Alternatives considered
A) AI-in-the-loop forever. Treat AI as a permanent runtime component — the operator always asks Claude to invoke the workflow. Rejected: AI sessions are not deterministic, do not scale to cron/webhook callers, leak context-window cost on every invocation, and concentrate institutional knowledge in prompt-engineering rather than pipeline design.
B) AI-free from day one. Forbid AI assistance even during scaffold work. Rejected: empirically, AI cuts new-capability authoring from weeks to hours (warp deploy: 2+ hours vs the prior all-day-then-give-up baseline). Banning the scaffold doubles the cost of ever reaching Phase 2.
C) Per-workflow ad-hoc decision. Let each ADR decide independently whether AI stays in the runtime. Rejected: this is what we had until tonight, and it produced silent drift. Some proposals quietly assumed AI in the path; reviewers had no anchor to push back from. The platform-level principle is the lever; per-workflow re-derivation isn't.
The chosen position is the conjunction of A's permissiveness during authoring and B's strictness during operation, with explicit graduation criteria from ADR-086 controlling the transition.
Open questions
How should we measure Phase 2 maturity per workflow? A first pass is "successful runs since last AI assist" — but instrumenting that requires the playbook runtime to emit a "no-AI run" signal. ADR-068's run record may be the right place; revisit when ADR-088 (observability lifecycle) lands.

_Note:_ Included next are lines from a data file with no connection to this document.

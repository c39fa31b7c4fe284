import { useState, type ComponentType } from 'react';
import { METHOD_LABELS, MODERATOR_LABELS, SYNTHESIS_ROWS_PAGE, type SynthesisRowSort } from '../../../../shared/schemas/synthesis';
import { dependenceSentence } from '../../../../shared/synthesis/methods';
import type { CorrelationSensitivityRow, PlotFigure, PooledRow, SensitivityRow, SynthesisOutput } from '../../../../shared/synthesis/types';
import { Caution } from '../../../components/ui/Notice';
import { Button } from '../../../components/ui/Button';
import { digitsFor, fixed, interval as span, pEquals, pValue } from '../../../lib/format';
import { valueLabel } from '../labels';
import { ResultTable, type Column, type TableSort } from './ResultTable';
import { useSynthesisRows } from '../api/synthesis-rows';
import { AnalysesSection } from './AnalysesSection';
import { estimatorI2, i2Definition } from '../../../../shared/synthesis/analyses';

export type FigureComponent = ComponentType<{ figure: PlotFigure; name: string; label: string; show?: Record<string, boolean> }>;

function Stat({ label, children }: { label: string; children: React.ReactNode }) {
  return (
    <tr>
      <th scope="row" className="w-1/2 bg-transparent font-normal text-ink-soft">
        {label}
      </th>
      <td className="num">{children}</td>
    </tr>
  );
}

/**
 * The pooled rows: all in the answer (sorted and paged here), or, for a long synthesis whose answer holds only
 * the first page, paged and sorted by the server (POST /api/syntheses?rows=page).
 */
function PooledRowsTable({ data, caption, columns, rowKey }: { data: SynthesisOutput; caption: string; columns: Column<PooledRow>[]; rowKey: (row: PooledRow) => string | number }) {
  const [page, setPage] = useState(1);
  const [sort, setSort] = useState<TableSort>(null);
  const fromAnswer = page === 1 && sort === null;
  const paged = data.rowsTotal !== undefined;
  const rows = useSynthesisRows(
    data.request,
    { page, pageSize: SYNTHESIS_ROWS_PAGE, sort: (sort?.key ?? 'position') as SynthesisRowSort, order: sort?.dir === -1 ? 'desc' : 'asc' },
    paged && !fromAnswer,
  );
  if (!paged) return <ResultTable caption={caption} columns={columns} rows={data.rows} rowKey={rowKey} />;
  const shown = fromAnswer ? data.rows : (rows.data?.items ?? []);
  return (
    <>
      <ResultTable
        caption={caption}
        columns={columns}
        rows={shown}
        pageSize={SYNTHESIS_ROWS_PAGE}
        rowKey={rowKey}
        server={{
          total: data.rowsTotal!,
          page,
          sort,
          onPage: setPage,
          onSort: (s) => {
            setSort(s);
            setPage(1);
          },
        }}
      />
      {!fromAnswer && rows.isFetching && <p className="text-sm text-ink-soft" role="status">Loading rows…</p>}
      {rows.isError && <p className="text-sm text-refusal" role="alert">✕ These rows could not be loaded: {rows.error.message}</p>}
    </>
  );
}

/** Every number of a synthesis (live or frozen) with its cautions beside it, the figures and the tables. */
export function SynthesisResults({ data, Figure, fileStem, onUseMultilevel }: { data: SynthesisOutput; Figure: FigureComponent; fileStem: string; onUseMultilevel?: () => void }) {
  const [showFill, setShowFill] = useState(false);
  const r = data.result;
  const d = digitsFor(data.metric);
  const lvl = `${Math.round(r.level * 1000) / 10}%`;
  const metricName = valueLabel('metric', data.metric);
  const interval = (lo: number | null, hi: number | null) => span(lo, hi, d);
  const df = (x: number) => (Number.isInteger(x) ? String(x) : fixed(x, 1));
  const stat = r.statistic_df == null ? `z = ${fixed(r.statistic, 2)}` : `t(${df(r.statistic_df)}) = ${fixed(r.statistic, 2)}`;
  const ml = data.dependence.mode === 'multilevel' ? data.multilevel : null;
  const several = data.papersWithSeveralEffects ?? 0;
  const unit = ml ? 'Effect' : 'Study';
  // one I² definition per estimator on the whole screen (the three-level model's comes from its variance components)
  const rowI2 = (x: { I2: number | null; I2_tau?: number | null }) => (ml ? x.I2 : estimatorI2(r.method, x));
  const i2Label = ml ? 'I² %' : `I² % (${valueLabel('i2Definition', r.method === 'FE' ? 'q' : i2Definition(r.method))})`;
  const corrCols: Column<CorrelationSensitivityRow>[] = [
    { key: 'r', label: 'Assumed r', numeric: true, value: (x) => x.r, render: (x) => fixed(x.r, 1) },
    { key: 'k', label: 'k', numeric: true, value: (x) => x.k },
    { key: 'estimate', label: 'Estimate', numeric: true, value: (x) => x.estimate, render: (x) => fixed(x.estimate, d) },
    { key: 'ci', label: `${lvl} CI`, numeric: true, value: (x) => x.ci_lower, render: (x) => interval(x.ci_lower, x.ci_upper) },
    { key: 'p', label: 'p', numeric: true, value: (x) => x.p, render: (x) => pValue(x.p) },
    { key: 'tau2', label: 'τ²', numeric: true, value: (x) => x.tau2, render: (x) => fixed(x.tau2, 4) },
    { key: 'I2', label: i2Label, numeric: true, value: (x) => rowI2(x), render: (x) => fixed(rowI2(x), 1) },
  ];

  const studyCols: Column<PooledRow>[] = [
    { key: 'label', label: unit, value: (x) => x.label },
    { key: 'year', label: 'Year', numeric: true, value: (x) => x.year },
    { key: 'n', label: 'n', numeric: true, value: (x) => x.n },
    { key: 'effect', label: `${metricName} (${d} dp)`, numeric: true, value: (x) => x.effect, render: (x) => fixed(x.effect, d) },
    { key: 'se', label: 'SE', numeric: true, value: (x) => Math.sqrt(x.variance), render: (x) => fixed(Math.sqrt(x.variance), d) },
    { key: 'weight', label: 'Weight %', numeric: true, value: (x) => x.weight, render: (x) => fixed(x.weight, 1) },
    { key: 'effects', label: 'Effects', numeric: true, value: (x) => x.effectIds.length },
    ...(data.request.subgroup ? [{ key: 'subgroup', label: 'Subgroup', value: (x: PooledRow) => x.subgroup ?? '' }] : []),
    ...(data.request.moderator ? [{ key: 'moderator', label: MODERATOR_LABELS[data.request.moderator], numeric: true, value: (x: PooledRow) => x.moderator ?? null, render: (x: PooledRow) => fixed(x.moderator, 0) }] : []),
  ];
  const sensCols = (first: string): Column<SensitivityRow>[] => [
    { key: 'label', label: first, value: (x) => x.label },
    { key: 'year', label: 'Year', numeric: true, value: (x) => x.year },
    { key: 'k', label: 'k', numeric: true, value: (x) => x.k },
    { key: 'estimate', label: 'Estimate', numeric: true, value: (x) => x.estimate, render: (x) => fixed(x.estimate, d) },
    { key: 'ci', label: `${lvl} CI`, numeric: true, value: (x) => x.ci_lower, render: (x) => interval(x.ci_lower, x.ci_upper) },
    { key: 'p', label: 'p', numeric: true, value: (x) => x.p, render: (x) => pValue(x.p) },
    { key: 'tau2', label: 'τ²', numeric: true, value: (x) => x.tau2, render: (x) => fixed(x.tau2, 4) },
    { key: 'I2', label: i2Label, numeric: true, value: (x) => rowI2(x), render: (x) => fixed(rowI2(x), 1) },
  ];

  return (
    <section aria-label="Synthesis results" className="mt-4">
      <div className="grid gap-4 lg:grid-cols-[minmax(0,3fr)_minmax(0,2fr)]">
        <div className="rounded border-l-4 border-caution bg-caution-light/60 p-3">
          <h2 className="mt-0">Pooled estimate</h2>
          <p className="mb-2 text-sm">
            <span className="font-semibold">◆ {metricName}</span> ·{' '}
            {ml ? `Three-level model (REML${ml.robust ? ', CR2 robust variance' : ''})` : `${METHOD_LABELS[r.method]}${r.hksj ? ' with HKSJ' : ''}`} · {data.counts.studies} studies ({data.counts.effects} effects,{' '}
            {data.counts.references} {ml ? 'papers' : 'references'})
          </p>
          <p className="mb-2 text-2xl tabular-nums" data-testid="pooled-estimate">
            <strong>{fixed(r.estimate, d)}</strong> <span className="text-base">{lvl} CI {interval(r.ci_lower, r.ci_upper)}</span>
          </p>
          <table className="text-sm">
            <caption className="sr-only">Pooled estimate and heterogeneity</caption>
            <tbody>
              <Stat label="Prediction interval">{interval(r.pi_lower, r.pi_upper)}</Stat>
              <Stat label="Test of the pooled effect">
                {stat}, {pEquals(r.p)}
              </Stat>
              {ml ? (
                <>
                  {ml.robust && (
                    <Stat label="Model-based (REML) CI, p">
                      {interval(ml.model.ci_lower, ml.model.ci_upper)}, {pEquals(ml.model.p)}
                    </Stat>
                  )}
                  <Stat label="σ² between papers">{fixed(ml.sigma2_between, 4)}</Stat>
                  <Stat label="σ² within papers">{fixed(ml.sigma2_within, 4)}</Stat>
                  <Stat label="I² between / within papers">
                    {fixed(ml.I2_between, 1)}% / {fixed(ml.I2_within, 1)}%
                  </Stat>
                </>
              ) : (
                <>
                  <Stat label="τ² (Q-profile CI)">
                    {fixed(r.tau2, 4)} {r.tau2_ci_lower != null ? `[${fixed(r.tau2_ci_lower, 4)}, ${fixed(r.tau2_ci_upper, 4)}]` : ''}
                  </Stat>
                  <Stat label="τ">{fixed(r.tau, 4)}</Stat>
                  <Stat label={`I² (${valueLabel('i2Definition', i2Definition(r.method))})`}>{rowI2(r) == null ? '—' : `${fixed(rowI2(r), 1)}%`}</Stat>
                  <Stat label="H²">{fixed(i2Definition(r.method) === 'tau' && r.I2_tau != null ? 100 / (100 - r.I2_tau) : r.H2, 2)}</Stat>
                </>
              )}
              <Stat label="Q (df), p">
                {r.Q == null ? '—' : `${fixed(r.Q, 2)} (${r.Q_df}), ${pEquals(r.Q_p)}`}
              </Stat>
            </tbody>
          </table>
          <p className="mt-2 text-xs text-ink-soft">{dependenceSentence(data.dependence, data.counts.references)}</p>
          {!ml && several > 0 && (
            <div role="note" aria-label="Recommended model" className="mt-2 flex flex-wrap items-center gap-2 rounded border border-action/40 p-2 text-sm">
              <span>
                ☆ {several} {several === 1 ? 'paper contributes' : 'papers contribute'} more than one effect: the three-level model (effects within papers, robust variance) is the
                recommended way to pool them.
              </span>
              {onUseMultilevel && <Button onClick={onUseMultilevel}>Use the three-level model</Button>}
            </div>
          )}
        </div>
        <aside aria-label="Cautions">
          {data.cautions.map((c) => (
            <Caution key={c.code} title={c.code === 'not_clinical' ? 'Not clinical guidance' : 'Caution'}>
              {c.text}
            </Caution>
          ))}
        </aside>
      </div>

      <h2>Forest plot</h2>
      <Figure figure={data.figures.forest} name={`${fileStem}-forest`} label="Forest plot" />

      {data.figures.funnel && (
        <>
          <h2>Funnel plot</h2>
          <label className="flex items-center gap-1.5 text-sm">
            <input type="checkbox" checked={showFill} onChange={(e) => setShowFill(e.target.checked)} disabled={!data.trimFill} />
            Show the studies trim-and-fill imputes {data.trimFill ? `(${data.trimFill.k0})` : '(not available)'}
          </label>
          <Figure figure={data.figures.funnel} name={`${fileStem}-funnel`} label="Funnel plot" show={{ trimfill: showFill }} />
        </>
      )}

      <AnalysesSection data={data} Figure={Figure} fileStem={fileStem} />

      {data.correlationSensitivity && (
        <>
          <h2>Sensitivity to the assumed correlation</h2>
          <ResultTable
            caption={`The analysis repeated with the effects of each study combined at each r (${data.dependence.mode === 'aggregate' && data.dependence.weighted ? 'inverse-variance composite' : 'mean of the effects'}); this synthesis uses r = ${data.dependence.mode === 'aggregate' ? fixed(data.dependence.r, 2) : '—'}`}
            columns={corrCols}
            rows={data.correlationSensitivity}
            rowKey={(x) => x.r}
          />
        </>
      )}

      <h2>{ml ? 'Effects pooled' : 'Studies pooled'}</h2>
      <PooledRowsTable
        data={data}
        caption={ml ? `One row per effect, weights from the three-level model; ${data.rowsTotal ?? data.rows.length} effects in ${data.counts.references} papers` : `One row per study after combining its effects; ${data.rowsTotal ?? data.rows.length} in all`}
        columns={studyCols}
        rowKey={(x) => (ml ? x.effectIds[0] : x.studyId)}
      />

      {data.leaveOneOut && (
        <>
          <h2>{ml ? 'Leave-one-paper-out' : 'Leave-one-out'}</h2>
          <ResultTable caption={ml ? 'The model refitted without each paper in turn' : 'The analysis refitted without each study in turn'} columns={sensCols(ml ? 'Paper left out' : 'Study left out')} rows={data.leaveOneOut} rowKey={(x) => `${x.studyId}-${x.label}`} />
        </>
      )}
      {data.cumulative && (
        <>
          <h2>{ml ? 'Cumulative by paper year' : 'Cumulative by year'}</h2>
          <ResultTable
            caption={ml ? 'Each row fits every paper up to and including this one, oldest first (from the second paper)' : 'Each row pools every study up to and including this one, oldest first'}
            columns={sensCols(ml ? 'Paper added' : 'Study added')}
            rows={data.cumulative}
            rowKey={(x) => `${x.studyId}-${x.label}`}
          />
        </>
      )}

      {data.unavailable.length > 0 && (
        <>
          <h2>Not run here</h2>
          <ul className="list-disc pl-5 text-sm">
            {data.unavailable.map((u) => (
              <li key={u.analysis}>
                <strong>{u.analysis}</strong>: {u.reason}
              </li>
            ))}
          </ul>
        </>
      )}
    </section>
  );
}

How should we treat AI-assisted runbook authoring? The runbook is part of the Phase 2 substrate — but writing it is a Phase 1 activity. The right answer is probably "AI drafts the runbook during Phase 1, the runbook is canonical during Phase 2, AI re-edits only when the workflow itself changes shape". Worth a follow-up ADR if the boundary stays fuzzy.
Related
ADR-067, ADR-068, ADR-072, ADR-083, ADR-086, ADR-087, plus the host-lifecycle guide from the ongoing consolidation doc shipment (ADR-088, ADR-089 in flight).
Amendment — 2026-04-29 (warp#698 / ADR-124)
ADR-124 adds the operational definition of "pipelines are the target": block-composition pipelines with declarative logic-routing — not imperative Go orchestration around a shared RunContext. ADR-086's third-repeat heuristic graduates code into a registered Block plus pipeline edit, never into another monolithic Go function. This closes a gap where "pipelines are the target" was being read compatibly with "imperative Go is fine if it's behind a Pipeline type"; it is not.